Joanna designed, implemented and directs the E4E program for women with cancer to integrate the wellness benefits of exercise with the powerful dynamics of group support. The program, which has been meeting nearly every Saturday morning for 90 minutes since 2005, focuses on increasing strength, endurance, balance and functionality for patients with cancer at various stages of treatment or survivorship who have the consent of their doctor. The class, co-taught by Joanna with Deanna Anderson, a highly skilled movement and dance specialist, provides a solid workout.
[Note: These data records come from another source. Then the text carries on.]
// SPDX-License-Identifier: GPL-3.0-or-later
#include "core/session/unfinished_session.h"

#include "core/journal/journal.h"
#include "core/journal/session_state.h"

#include <algorithm>
#include <optional>

namespace whichway {

Result<std::vector<UnfinishedSession>> unfinishedSessions(const FileSystem& files, const std::string& study,
                                                          const std::string& code) {
    auto folders = listSessionFolders(files, study);
    if (!folders)
        return folders.error();
    std::vector<UnfinishedSession> found;
    std::optional<Error> unreadable;
    for (const SessionFolder& folder : *folders) {
        if ((!code.empty() && folder.code != code) || files.kind(folder.journal()) != EntryKind::File)
            continue;
        auto reading = readJournal(files, folder.journal());
        if (!reading) {
            unreadable = reading.error();
            continue;
        }
        if (reading->records.empty())
            continue;
        auto state = replayRecords(reading->records);
        if (!state) {
            unreadable = state.error();
            continue;
        }
        if (state->ended)
            continue;
        found.push_back({.folder = folder,
                         .answered = static_cast<int>(state->answers.size()),
                         .total = static_cast<int>(state->began.schedule.size()),
                         .began = reading->records.front().time,
                         .last = reading->records.back().time});
    }
    if (found.empty() && unreadable)
        return *unreadable;
    std::stable_sort(found.begin(), found.end(),
                     [](const auto& one, const auto& other) { return one.began < other.began; });
    return found;
}

} // namespace whichway
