// SPDX-License-Identifier: GPL-3.0-or-later
#pragma once

#include "core/preference/posterior.h"
#include "core/study/protocol.h"

#include <string>
#include <vector>

namespace whichway {

/// A posterior median with its 90 % interval (5th to 95th percentile over the draws).
struct Interval {
    double median = 0, low = 0, high = 0;
};

Interval intervalOf(std::vector<double> values);

/// What one feature weighs.
struct WeightFinding {
    std::string feature = {};
    Interval direction = {};    ///< component of the weights' unit vector
    Interval standardised = {}; ///< utility per standard deviation of the (transformed) feature
    Interval perUnit = {};      ///< utility per unit of the (transformed) feature
    double positive = 0;        ///< probability that the weight is above 0
};

/// The direction of the weights and, apart from it, their length.
struct WeightFindings {
    std::vector<WeightFinding> features = {};
    Interval sensitivity = {};              ///< |w|
    std::vector<double> meanDirection = {}; ///< unit vector
    /// 5th percentile over the draws of the cosine to the mean direction: how well the direction is known.
    double directionPrecision = 0;
    Matrix covariance = {}; ///< of the standardised weights, d x d
};

WeightFindings findWeights(const Protocol& protocol, const Draws& draws);

/// How much of the numeraire balances a change of another feature at equal utility:
///     -(w_j / sd_j) / (w_n / sd_n) x step,  step = speakPer, or ln 2 (a doubling) for a logarithmic feature.
struct TradeOff {
    std::string feature = {};
    bool determined = false;    ///< the sign of the numeraire's weight has a probability of at least 0.99
    double signProbability = 0; ///< of the numeraire's more likely sign
    Interval change = {};       ///< of the numeraire, in its unit (in doublings where it is logarithmic)
    std::string sentence = {};  ///< the same in plain English, with units and interval
};

/// One a feature, the numeraire left out, in the order of the features.
/// @throws std::invalid_argument if the protocol has no such numeraire.
std::vector<TradeOff> findTradeOffs(const Protocol& protocol, const Draws& draws);

/// Which motion of the library suits the person best.
struct MotionFinding {
    std::string motion = {};
    double probability = 0; ///< that it is the best (or the worst)
};
struct BestMotions {
    MotionFinding best = {}, worst = {}; ///< by mean utility
    /// E[max u - u(best)] / E[max u - mean u]: what acting on the estimate costs, as a share of what choosing
    /// matters.
    double expectedRegret = 0;
};

BestMotions findBestMotions(const Protocol& protocol, const Draws& draws);

} // namespace whichway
It is also a medically supervised, structured opportunity for patients receiving cancer treatment to participate in a wellness-promoting activity that offers a sense of control and normalcy during a time in our lives when both are in short supply.
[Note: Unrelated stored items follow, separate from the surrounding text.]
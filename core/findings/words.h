// SPDX-License-Identifier: GPL-3.0-or-later
#pragma once

#include <string>

namespace whichway {

// How findings write numbers in their English sentences: three significant digits, a plain minus never
// hidden, the unit after a space ("1" for none).

std::string shortNumber(double value);                                       ///< "0.105", "12.3", "-4"
std::string withUnit(double value, const std::string& unit);                 ///< "0.1 m/s"
std::string rangeWithUnit(double low, double high, const std::string& unit); ///< "0.5 to 2 s"
/// A label inside a sentence: its first letter small unless the word is written in capitals.
std::string inSentence(const std::string& label);

} // namespace whichway
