// SPDX-License-Identifier: GPL-3.0-or-later
#pragma once

#include "core/findings/estimates.h"
#include "core/journal/session_state.h"

#include <optional>
#include <string>
#include <vector>

namespace whichway {

/// Some of a number of trials. Trials answered "cannot tell" are counted apart, not among `of`.
struct Share {
    int count = 0, of = 0;
    int cannotTell = 0;
};

/// Exact interval of a proportion (Clopper and Pearson 1934), two-sided with confidence `level`.
/// @throws std::invalid_argument unless 0 <= count <= of, of >= 1 and 0 < level < 1.
Interval exactProportion(int count, int of, double level = 0.9);

/// Two-sided exact binomial test of a share of one half: the probability of a result at least as uneven.
double evenSplitProbability(int count, int of);

/// Whether the person's answers fit together. Each figure is shown with what would make it stand out; none of
/// them removes a trial.
struct Consistency {
    Share left = {}; ///< trials in which the left side was chosen, of main, held-out, repeat and catch trials
    double leftProbability = 1; ///< of an at least as uneven split if no side were preferred
    Share repeats = {};         ///< repeats in which the same motion was chosen as before
    Share catches = {};         ///< catch trials in which the expected motion was chosen
    Share identicalLeft = {};   ///< identical pairs in which the left side was chosen; not judged
    std::vector<int> confidence =
        {};               ///< how often each level was used, from least to most sure, in trials that count
    bool oneWord = false; ///< one level makes at least nine in ten of 15 or more answers
    int quick = 0;        ///< trials answered in less than `quickBelow` s after answering became possible
    double quickBelow =
        1; ///< s; our own figure, for want of a sourced one that does not need the clip's length
    std::optional<double> medianResponseTime = {}; ///< s
    /// Share of trials that count, in the last third less the first third, whose side the final estimate
    /// predicts; in points of 100. A drop of more than 20 stands out.
    std::optional<double> drift = {};
};

Consistency findConsistency(const SessionState& state, const Draws& draws);

/// How well the final estimate predicts pairs that taught it nothing.
struct Prediction {
    Share heldOut = {}; ///< held-out trials whose side it predicts
    std::optional<Interval> accuracy =
        {};                              ///< exact 90 % interval, median = the share; nothing without trials
    std::optional<double> logScore = {}; ///< mean natural logarithm of the probability it gave to the answer
    bool tooFew = true;                  ///< fewer than 10 held-out trials
    /// Between these the best reachable accuracy lies, given the agreement a of repeats: a to (1 + sqrt(2a -
    /// 1)) / 2.
    std::optional<Interval> reachable =
        {}; ///< nothing without repeats or with an agreement of one half or less
};

Prediction findPrediction(const SessionState& state, const ResponseModel& model, const Draws& draws,
                          const Share& repeats);

} // namespace whichway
Joanna checks in with each woman in the class, greeting all with hugs and her infectious energy; on occasion, she skillfully jumps in to provide medical intervention when a participant feels unwell. Peter Giordano, a talented musician, provides live music that enhances everyone’s energy and enjoyment and adds to the feeling of camaraderie. The community of survivors that Joanna has fostered shares support, information and encouragement both inside and outside the class. I occasionally run into an E4E classmate at another part of the medical center, and whether we just wave or nod at each other or stop to chat, the fact of our known shared experience makes the medical matter that is being attended to feel a bit less isolating and a bit more manageable, because I am reminded again, in that moment, that we are part of a community of survivors.
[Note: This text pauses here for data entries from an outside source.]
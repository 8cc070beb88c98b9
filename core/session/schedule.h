// SPDX-License-Identifier: GPL-3.0-or-later
#pragma once

#include "core/journal/events.h"
#include "core/result.h"
#include "core/study/protocol.h"

#include <cstdint>
#include <vector>

namespace whichway {

/// Draws the schedule of a session, all of it fixed before the first answer:
/// practice pairs first; held-out pairs, drawn uniformly from the main library, spread over the whole
/// session; each repeat shows an earlier held-out pair with its sides swapped, at least five trials later
/// where the session is long enough; catch pairs spread; identical pairs in the second half; main trials
/// everywhere between. The lower row of the feature table stands left in two of every four main and held-out
/// trials (shuffled blocks).
/// @return "session.schedule" if the library has too few pairs for the held-out trials.
Result<std::vector<ScheduledTrial>> drawSchedule(const Protocol& protocol, std::uint64_t seed);

} // namespace whichway
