// SPDX-License-Identifier: GPL-3.0-or-later
#pragma once

#include "core/journal/session_state.h"
#include "core/preference/posterior.h"
#include "core/result.h"

#include <stop_token>
#include <string>
#include <vector>

namespace whichway {

/// z_left - z_right; empty if one of the motions is not of the main library.
std::vector<double> standardisedDifference(const Protocol& protocol, const std::string& left,
                                           const std::string& right);

/// The standing answers that teach the weights, in order: main trials and no others.
std::vector<Response> mainResponses(const SessionState& state);

/// The settings that a session is reported with; the seed is the session's own, so that whoever reads the
/// journal gets the same draws.
SamplerSettings reportSettings(const SessionState& state);

/// The posterior that a session is reported with. @return "session.no-answers" without a main answer;
/// kCancelled.
Result<Posterior> sessionPosterior(const SessionState& state, std::stop_token stop = {});

/// What the journal keeps of that posterior.
EstimateMade estimateOf(const Posterior& posterior, int answers, const SamplerSettings& settings);

} // namespace whichway
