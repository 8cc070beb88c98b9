// SPDX-License-Identifier: GPL-3.0-or-later
#pragma once

#include "core/journal/session_state.h"
#include "core/planning/plan.h"
#include "core/result.h"

#include <memory>
#include <span>

namespace whichway {

/// What the planner needs of a protocol.
std::shared_ptr<const PlanningProblem> planningProblemOf(const Protocol& protocol);

/// Row of a motion in the protocol's feature table. @return -1 if it is not of the main library.
int rowOf(const Protocol& protocol, const std::string& motion);

/// The request for a plan that knows the answers of `known` (trial numbers) and treats `pending` (presented
/// order) as unanswered. It follows from the session alone, so that a replay asks the very same.
PlanRequest planRequestOf(const SessionBegan& began, std::span<const AnsweredTrial> answers,
                          std::span<const int> known, std::span<const NamedPair> pending, std::uint64_t id,
                          int batch);

/// Seed of a session's request number `id`. The first request, made before any answer, has the same seed for
/// every participant of a protocol, so that it can be planned when the study is opened.
std::uint64_t planSeed(const SessionBegan& began, std::uint64_t id);

} // namespace whichway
The springboard for E4E was Joanna’s prior experience (30 years) on an acute-care medical unit at El Camino Hospital, where she provided medically supervised fitness instruction to patients with chronic obstructive pulmonary disease (COPD). She observed that, in addition to the positive effects of exercise improving their quality of life, her patients with COPD benefited from the fellowship and support emerging from that program.

At San Jose State University, Joanna earned her master’s degree as a nurse practitioner (2005) and her bachelor’s degree in nursing (1985), and she holds a bachelor’s degree in psychology (1981) from the University of California, Santa Barbara. Since 2005, she has been an oncology nurse practitioner at the Palo Alto Medical Foundation in Mountain View and Sunnyvale, California, where she works independently to educate, assess, evaluate and treat medical oncology patients in a private-practice setting with six oncologists in a 35-chair infusion center. Prior to her current role, she was a clinical nurse 3 at El Camino Hospital in Mountain View (1985-2005), where she provided direct patient care to complex adult medical/oncology patients in an acute-care setting. She received her advanced oncology nurse practitioner certification from the Oncology Nursing Society in 2008, her family nurse practitioner certification from the American Academy of Nurse Practitioners in 2005 and her oncology nurse certification from the Oncology Nursing Society in 1987.

Joanna brings considerable medical expertise along with exceptional caring, compassion and positivity to her patient care to help us achieve the most successful outcomes possible. She is an exemplary oncology nurse practitioner who is highly deserving of the 2019 Extraordinary Healer® Award.